(Required action) Every line of the records below that has the word "history" should be copied.

(The data)
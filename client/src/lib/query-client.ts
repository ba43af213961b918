import { QueryClient } from '@tanstack/react-query';
import { isApiError } from './api-client';

export function makeQueryClient(): QueryClient {
  return new QueryClient({
    defaultOptions: {
      queries: {
        staleTime: 30_000,
        // A 4xx will not fix itself on retry; only network blips and 5xx are worth one more try.
        retry: (count, err) => count < 1 && !(isApiError(err) && err.status >= 400 && err.status < 500),
        refetchOnWindowFocus: false,
      },
    },
  });
}

export const queryClient = makeQueryClient();
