/**
 * Words of the hangar (the engineer's checklist, findings, cautions and time), in one place so one
 * name stays one name. Wingstage records the work; who certifies is the inspector's business, and
 * cautions are about hazards to people doing the work — two different notices with two titles.
 */
export const HANGAR_WORDS = {
  caution: 'Caution',
  cautionsTitle: 'Cautions for this job',
  cautionsLead: 'Hazards to the people doing the work. Follow the workshop’s own procedures and the manufacturer’s current data as well.',
  cautionsGeneral: [
    'Treat the propeller as live whenever the ignition could be connected: switch off, remove the plug leads, and keep clear of its arc.',
    'No ignition sources near fuel or fuel vapour.',
    'Engine runs: wheels chocked, aircraft tied down, the propeller arc and the area behind it clear.',
  ],
  whoCertifiesTitle: 'Who certifies',
  checklistCaution: 'Caution',
  timeTitle: 'Time',
  time: {
    hours: 'Hours',
    workedOn: 'Date',
    note: 'What you did',
    log: 'Log time',
    none: 'No time logged yet.',
    hoursHint: 'Hours worked on that day, at most 24.',
    change: 'Change',
    remove: 'Remove',
    save: 'Save change',
    cancel: 'Cancel',
    removeQuestion: (hours: string, day: string) => `Remove ${hours} logged for ${day}? The removal is kept in the job's history.`,
    removeYes: 'Yes, remove it',
    keep: 'Keep it',
    stale: 'Someone else changed this entry a moment ago; the list now shows it as it stands. Try again if it still needs changing.',
    failed: 'Not saved. Check the connection and try again.',
    changed: 'Time entry changed; the change is in the job’s history.',
    removed: 'Time entry removed; the removal is in the job’s history.',
  },
} as const;
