import { afterEach, beforeEach, describe, expect, it, vi } from 'vitest';
import { ApiError, api, readCookie, setUnauthorizedHandler } from './api-client';

function jsonResponse(status: number, body: unknown): Response {
  return new Response(body === undefined ? null : JSON.stringify(body), { status, headers: { 'Content-Type': 'application/json' } });
}

describe('api client', () => {
  const fetchMock = vi.fn<typeof fetch>();

  beforeEach(() => {
    vi.stubGlobal('fetch', fetchMock);
    document.cookie = 'ws_csrf=tok-123';
  });
  afterEach(() => {
    vi.unstubAllGlobals();
    fetchMock.mockReset();
    setUnauthorizedHandler(null);
    document.cookie = 'ws_csrf=; expires=Thu, 01 Jan 1970 00:00:00 GMT';
  });

  it('sends the CSRF cookie back as X-CSRF-Token on a write, with credentials', async () => {
    fetchMock.mockResolvedValueOnce(jsonResponse(201, { id: 'c1' }));
    await expect(api.post('/customers', { name: 'A' })).resolves.toEqual({ id: 'c1' });
    const [url, init] = fetchMock.mock.calls[0]!;
    expect(url).toBe('/api/customers');
    expect(init?.method).toBe('POST');
    expect(init?.credentials).toBe('include');
    expect((init?.headers as Record<string, string>)['X-CSRF-Token']).toBe('tok-123');
    expect(init?.body).toBe('{"name":"A"}');
  });

  it('sends no CSRF header on a read and builds the list query', async () => {
    fetchMock.mockResolvedValueOnce(jsonResponse(200, { items: [], total: 0, page: 1, pageSize: 20 }));
    await api.get('/jobs', { q: 'brka', state: 'in_work', page: 2, sort: undefined });
    const [url, init] = fetchMock.mock.calls[0]!;
    expect(url).toBe('/api/jobs?q=brka&state=in_work&page=2');
    expect((init?.headers as Record<string, string>)['X-CSRF-Token']).toBeUndefined();
  });

  it('turns the shared error shape into an ApiError with code, message, fields and status', async () => {
    fetchMock.mockResolvedValueOnce(
      jsonResponse(400, { error: { code: 'validation_failed', message: 'Check the form.', fields: { email: 'Enter a valid e-mail address.' }, requestId: 'r1' } }),
    );
    const err = await api.post('/customers', {}).catch((e: unknown) => e);
    expect(err).toBeInstanceOf(ApiError);
    expect(err).toMatchObject({ code: 'validation_failed', status: 400, message: 'Check the form.', fields: { email: 'Enter a valid e-mail address.' }, requestId: 'r1' });
  });

  it('gives a plain message when the server answers with something other than the error shape', async () => {
    fetchMock.mockResolvedValueOnce(new Response('<html>Bad gateway</html>', { status: 502 }));
    const err = (await api.get('/jobs').catch((e: unknown) => e)) as ApiError;
    expect(err.code).toBe('internal');
    expect(err.status).toBe(502);
    expect(err.message).toMatch(/could not finish/);
  });

  it('calls the sign-in handler on a 401 from a protected call', async () => {
    const onUnauthorized = vi.fn();
    setUnauthorizedHandler(onUnauthorized);
    fetchMock.mockResolvedValueOnce(jsonResponse(401, { error: { code: 'unauthenticated', message: 'Please sign in.' } }));
    await expect(api.get('/jobs')).rejects.toMatchObject({ status: 401, code: 'unauthenticated' });
    expect(onUnauthorized).toHaveBeenCalledOnce();
  });

  it('maps a network failure to a readable error', async () => {
    fetchMock.mockRejectedValueOnce(new TypeError('Failed to fetch'));
    await expect(api.get('/jobs')).rejects.toMatchObject({ code: 'network', status: 0 });
  });

  it('uploads files as multipart under "photos" with the CSRF header and without setting Content-Type', async () => {
    fetchMock.mockResolvedValueOnce(jsonResponse(201, [{ id: 'p1' }]));
    const a = new File([new Uint8Array([0xff, 0xd8, 0xff, 0xe0])], 'plug.jpg', { type: 'image/jpeg' });
    const b = new File([new Uint8Array([0x89, 0x50, 0x4e, 0x47])], 'cowl.png', { type: 'image/png' });
    await expect(api.upload('/jobs/j1/findings/f1/photos', [a, b])).resolves.toEqual([{ id: 'p1' }]);
    const [url, init] = fetchMock.mock.calls[0]!;
    expect(url).toBe('/api/jobs/j1/findings/f1/photos');
    expect(init?.method).toBe('POST');
    expect(init?.credentials).toBe('include');
    const headers = init?.headers as Record<string, string>;
    expect(headers['X-CSRF-Token']).toBe('tok-123');
    // The browser writes multipart/form-data with its boundary; a hand-set header would lose it.
    expect(Object.keys(headers).map((k) => k.toLowerCase())).not.toContain('content-type');
    const form = init?.body as FormData;
    expect(form).toBeInstanceOf(FormData);
    const sent = form.getAll('photos') as File[];
    expect(sent.map((f) => f.name)).toEqual(['plug.jpg', 'cowl.png']);
    expect([...form.keys()].every((k) => k === 'photos')).toBe(true);
  });

  it('maps a refused upload to an ApiError carrying the server message', async () => {
    fetchMock.mockResolvedValueOnce(jsonResponse(415, { error: { code: 'unsupported_type', message: 'notes.jpg is not a JPEG, PNG or WebP picture.', requestId: 'r9' } }));
    const err = (await api.upload('/jobs/j1/findings/f1/photos', [new File(['hello'], 'notes.jpg', { type: 'image/jpeg' })]).catch((e: unknown) => e)) as ApiError;
    expect(err).toBeInstanceOf(ApiError);
    expect(err).toMatchObject({ code: 'unsupported_type', status: 415, message: 'notes.jpg is not a JPEG, PNG or WebP picture.' });
  });

  it('sends a DELETE with the CSRF header and no body, and reads a 204 as nothing', async () => {
    fetchMock.mockResolvedValueOnce(new Response(null, { status: 204 }));
    await expect(api.delete('/jobs/j1/findings/f1/photos/p1')).resolves.toBeUndefined();
    const [url, init] = fetchMock.mock.calls[0]!;
    expect(url).toBe('/api/jobs/j1/findings/f1/photos/p1');
    expect(init?.method).toBe('DELETE');
    expect(init?.body).toBeUndefined();
    expect((init?.headers as Record<string, string>)['X-CSRF-Token']).toBe('tok-123');
  });

  it('reads one cookie out of several', () => {
    expect(readCookie('ws_csrf', 'a=1; ws_csrf=x%3Dy; b=2')).toBe('x=y');
    expect(readCookie('missing', 'a=1')).toBeNull();
  });
});
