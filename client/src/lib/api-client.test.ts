import { afterEach, beforeEach, describe, expect, it, vi } from 'vitest';
import { ApiError, api, readCookie, setUnauthorizedHandler, uploadWithProgress } from './api-client';

function jsonResponse(status: number, body: unknown): Response {
  return new Response(body === undefined ? null : JSON.stringify(body), { status, headers: { 'Content-Type': 'application/json' } });
}

describe('api client', () => {
  const fetchMock = vi.fn<typeof fetch>();

  beforeEach(() => {
    vi.stubGlobal('fetch', fetchMock);
    document.cookie = 'ws_csrf=tok-123';
  });
  afterEach(() => {
    vi.unstubAllGlobals();
    fetchMock.mockReset();
    setUnauthorizedHandler(null);
    document.cookie = 'ws_csrf=; expires=Thu, 01 Jan 1970 00:00:00 GMT';
  });

  it('sends the CSRF cookie back as X-CSRF-Token on a write, with credentials', async () => {
    fetchMock.mockResolvedValueOnce(jsonResponse(201, { id: 'c1' }));
    await expect(api.post('/customers', { name: 'A' })).resolves.toEqual({ id: 'c1' });
    const [url, init] = fetchMock.mock.calls[0]!;
    expect(url).toBe('/api/customers');
    expect(init?.method).toBe('POST');
    expect(init?.credentials).toBe('include');
    expect((init?.headers as Record<string, string>)['X-CSRF-Token']).toBe('tok-123');
    expect(init?.body).toBe('{"name":"A"}');
  });

  it('sends no CSRF header on a read and builds the list query', async () => {
    fetchMock.mockResolvedValueOnce(jsonResponse(200, { items: [], total: 0, page: 1, pageSize: 20 }));
    await api.get('/jobs', { q: 'brka', state: 'in_work', page: 2, sort: undefined });
    const [url, init] = fetchMock.mock.calls[0]!;
    expect(url).toBe('/api/jobs?q=brka&state=in_work&page=2');
    expect((init?.headers as Record<string, string>)['X-CSRF-Token']).toBeUndefined();
  });

  it('turns the shared error shape into an ApiError with code, message, fields and status', async () => {
    fetchMock.mockResolvedValueOnce(
      jsonResponse(400, { error: { code: 'validation_failed', message: 'Check the form.', fields: { email: 'Enter a valid e-mail address.' }, requestId: 'r1' } }),
    );
    const err = await api.post('/customers', {}).catch((e: unknown) => e);
    expect(err).toBeInstanceOf(ApiError);
    expect(err).toMatchObject({ code: 'validation_failed', status: 400, message: 'Check the form.', fields: { email: 'Enter a valid e-mail address.' }, requestId: 'r1' });
  });

  it('gives a plain message when the server answers with something other than the error shape', async () => {
    fetchMock.mockResolvedValueOnce(new Response('<html>Bad gateway</html>', { status: 502 }));
    const err = (await api.get('/jobs').catch((e: unknown) => e)) as ApiError;
    expect(err.code).toBe('internal');
    expect(err.status).toBe(502);
    expect(err.message).toMatch(/could not finish/);
  });

  it('calls the sign-in handler on a 401 from a protected call', async () => {
    const onUnauthorized = vi.fn();
    setUnauthorizedHandler(onUnauthorized);
    fetchMock.mockResolvedValueOnce(jsonResponse(401, { error: { code: 'unauthenticated', message: 'Please sign in.' } }));
    await expect(api.get('/jobs')).rejects.toMatchObject({ status: 401, code: 'unauthenticated' });
    expect(onUnauthorized).toHaveBeenCalledOnce();
  });

  it('maps a network failure to a readable error', async () => {
    fetchMock.mockRejectedValueOnce(new TypeError('Failed to fetch'));
    await expect(api.get('/jobs')).rejects.toMatchObject({ code: 'network', status: 0 });
  });

  it('uploads files as multipart under "photos" with the CSRF header and without setting Content-Type', async () => {
    fetchMock.mockResolvedValueOnce(jsonResponse(201, [{ id: 'p1' }]));
    const a = new File([new Uint8Array([0xff, 0xd8, 0xff, 0xe0])], 'plug.jpg', { type: 'image/jpeg' });
    const b = new File([new Uint8Array([0x89, 0x50, 0x4e, 0x47])], 'cowl.png', { type: 'image/png' });
    await expect(api.upload('/jobs/j1/findings/f1/photos', [a, b])).resolves.toEqual([{ id: 'p1' }]);
    const [url, init] = fetchMock.mock.calls[0]!;
    expect(url).toBe('/api/jobs/j1/findings/f1/photos');
    expect(init?.method).toBe('POST');
    expect(init?.credentials).toBe('include');
    const headers = init?.headers as Record<string, string>;
    expect(headers['X-CSRF-Token']).toBe('tok-123');
    // The browser writes multipart/form-data with its boundary; a hand-set header would lose it.
    expect(Object.keys(headers).map((k) => k.toLowerCase())).not.toContain('content-type');
    const form = init?.body as FormData;
    expect(form).toBeInstanceOf(FormData);
    const sent = form.getAll('photos') as File[];
    expect(sent.map((f) => f.name)).toEqual(['plug.jpg', 'cowl.png']);
    expect([...form.keys()].every((k) => k === 'photos')).toBe(true);
  });

  it('maps a refused upload to an ApiError carrying the server message', async () => {
    fetchMock.mockResolvedValueOnce(jsonResponse(415, { error: { code: 'unsupported_type', message: 'notes.jpg is not a JPEG, PNG or WebP picture.', requestId: 'r9' } }));
    const err = (await api.upload('/jobs/j1/findings/f1/photos', [new File(['hello'], 'notes.jpg', { type: 'image/jpeg' })]).catch((e: unknown) => e)) as ApiError;
    expect(err).toBeInstanceOf(ApiError);
    expect(err).toMatchObject({ code: 'unsupported_type', status: 415, message: 'notes.jpg is not a JPEG, PNG or WebP picture.' });
  });

  it('sends a DELETE with the CSRF header and no body, and reads a 204 as nothing', async () => {
    fetchMock.mockResolvedValueOnce(new Response(null, { status: 204 }));
    await expect(api.delete('/jobs/j1/findings/f1/photos/p1')).resolves.toBeUndefined();
    const [url, init] = fetchMock.mock.calls[0]!;
    expect(url).toBe('/api/jobs/j1/findings/f1/photos/p1');
    expect(init?.method).toBe('DELETE');
    expect(init?.body).toBeUndefined();
    expect((init?.headers as Record<string, string>)['X-CSRF-Token']).toBe('tok-123');
  });

  it('reads one cookie out of several', () => {
    expect(readCookie('ws_csrf', 'a=1; ws_csrf=x%3Dy; b=2')).toBe('x=y');
    expect(readCookie('missing', 'a=1')).toBeNull();
  });
});

/** Just enough of XMLHttpRequest to watch what the upload sends and to answer it. */
class FakeXhr {
  static last: FakeXhr | null = null;
  method = '';
  url = '';
  withCredentials = false;
  headers: Record<string, string> = {};
  body: unknown = null;
  status = 0;
  responseText = '';
  upload: { onprogress: ((e: { lengthComputable: boolean; loaded: number; total: number }) => void) | null } = { onprogress: null };
  onload: (() => void) | null = null;
  onerror: (() => void) | null = null;
  constructor() {
    FakeXhr.last = this;
  }
  open(method: string, url: string) {
    this.method = method;
    this.url = url;
  }
  setRequestHeader(k: string, v: string) {
    this.headers[k] = v;
  }
  send(body: unknown) {
    this.body = body;
  }
  answer(status: number, body: unknown) {
    this.status = status;
    this.responseText = body === undefined ? '' : JSON.stringify(body);
    this.onload?.();
  }
}

describe('upload with progress', () => {
  beforeEach(() => {
    vi.stubGlobal('XMLHttpRequest', FakeXhr);
    document.cookie = 'ws_csrf=tok-456';
  });
  afterEach(() => {
    vi.unstubAllGlobals();
    FakeXhr.last = null;
    setUnauthorizedHandler(null);
    document.cookie = 'ws_csrf=; expires=Thu, 01 Jan 1970 00:00:00 GMT';
  });

  it('posts the files under "photos" with cookies and the CSRF header, reports progress and resolves with the reply', async () => {
    const seen: number[] = [];
    const done = uploadWithProgress('/jobs/j1/findings/f1/photos', [new File([new Uint8Array([0xff, 0xd8, 0xff])], 'a.jpg')], (f) => seen.push(f));
    const xhr = FakeXhr.last!;
    expect([xhr.method, xhr.url, xhr.withCredentials]).toEqual(['POST', '/api/jobs/j1/findings/f1/photos', true]);
    expect(xhr.headers['X-CSRF-Token']).toBe('tok-456');
    expect(Object.keys(xhr.headers).map((k) => k.toLowerCase())).not.toContain('content-type');
    expect(((xhr.body as FormData).getAll('photos') as File[]).map((f) => f.name)).toEqual(['a.jpg']);
    xhr.upload.onprogress?.({ lengthComputable: true, loaded: 250, total: 1000 });
    xhr.upload.onprogress?.({ lengthComputable: false, loaded: 0, total: 0 });
    xhr.upload.onprogress?.({ lengthComputable: true, loaded: 1000, total: 1000 });
    xhr.answer(201, [{ id: 'p1' }]);
    await expect(done).resolves.toEqual([{ id: 'p1' }]);
    expect(seen).toEqual([0.25, 1, 1]);
  });

  it('maps a refusal to the same ApiError as other calls, and a 401 to the sign-in handler', async () => {
    const onUnauthorized = vi.fn();
    setUnauthorizedHandler(onUnauthorized);
    const refused = uploadWithProgress('/x', [], () => {});
    FakeXhr.last!.answer(413, { error: { code: 'too_large', message: 'big.jpg is larger than 15 MB.' } });
    await expect(refused).rejects.toMatchObject({ code: 'too_large', status: 413, message: 'big.jpg is larger than 15 MB.' });
    const signedOut = uploadWithProgress('/x', [], () => {});
    FakeXhr.last!.answer(401, { error: { code: 'unauthenticated', message: 'Please sign in.' } });
    await expect(signedOut).rejects.toMatchObject({ status: 401 });
    expect(onUnauthorized).toHaveBeenCalledOnce();
  });

  it('maps a dropped connection to a readable network error', async () => {
    const lost = uploadWithProgress('/x', [], () => {});
    FakeXhr.last!.onerror?.();
    await expect(lost).rejects.toMatchObject({ code: 'network', status: 0 });
  });
});
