import { priceEstimate, type VatRateCode, type WorkshopPricing } from '@wingstage/shared';

export const VAT_RATE_LABELS: Record<VatRateCode, string> = {
  standard: 'Standard',
  reduced: 'Reduced',
  zero: 'Zero-rated',
  exempt: 'Exempt',
  outside: 'Outside the scope',
};

export function vatRateLabel(code: VatRateCode, pricing?: Pick<WorkshopPricing, 'vatRates'>): string {
  const pct = pricing && (code === 'standard' || code === 'reduced' || code === 'zero') ? ` (${pricing.vatRates[code]}%)` : '';
  return `${VAT_RATE_LABELS[code]}${pct}`;
}

/**
 * The sell price of one unit of a part, excl. VAT, asked of the pricing engine itself (a one-line
 * estimate) so the form never carries a second mark-up formula. Null while the inputs are not yet
 * valid numbers (the person is still typing).
 */
export function partSellPrice(
  part: { unitCost: string; unitPrice: string | null; markupPercent: string | null; vatRate: VatRateCode },
  pricing: WorkshopPricing,
): string | null {
  try {
    const priced = priceEstimate(
      {
        lines: [
          {
            id: 'preview',
            stage: 'inspection',
            kind: 'part',
            quantity: '1',
            unitCost: part.unitCost || null,
            unitPrice: part.unitPrice || null,
            markupPercent: part.markupPercent || null,
            vatRate: part.vatRate,
          },
        ],
      },
      pricing,
    );
    return priced.lines[0]?.net ?? null;
  } catch {
    return null;
  }
}
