import type { PartDto, SupplierDto } from '@wingstage/shared';
import { PICKER_PAGE_SIZE, type PickerSource } from '@/components/ui/search-picker';
import { partsQueryOptions } from './catalogue-parts';
import { suppliersQueryOptions } from './catalogue-suppliers';

export type SupplierOption = Pick<SupplierDto, 'id' | 'name'> & Partial<Pick<SupplierDto, 'kind' | 'active'>>;

/** Suppliers by name or notes, searched on the server. The list endpoint has no active filter, so retired ones say so. */
export const supplierPickerSource: PickerSource<SupplierOption> = {
  search: (q) => suppliersQueryOptions({ q: q || undefined, pageSize: PICKER_PAGE_SIZE, sort: 'name', dir: 'asc' }),
  id: (s) => s.id,
  label: (s) => s.name,
  detail: (s) => (s.active === false ? 'No longer used' : null),
};

export const partLabel = (p: Pick<PartDto, 'partNumber' | 'description'>) => `${p.partNumber} — ${p.description}`;

/** Active catalogue parts by part number or description, searched on the server. */
export const partPickerSource: PickerSource<PartDto> = {
  search: (q) => partsQueryOptions({ q: q || undefined, active: 'true', pageSize: PICKER_PAGE_SIZE, sort: 'partNumber', dir: 'asc' }),
  id: (p) => p.id,
  label: partLabel,
};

(Written answer)
    removeQuestion: (hours: string, day: string) => `Remove ${hours} logged for ${day}? The removal is kept in the job's history.`,
    changed: 'Time entry changed; the change is in the job’s history.',
    removed: 'Time entry removed; the removal is in the job’s history.',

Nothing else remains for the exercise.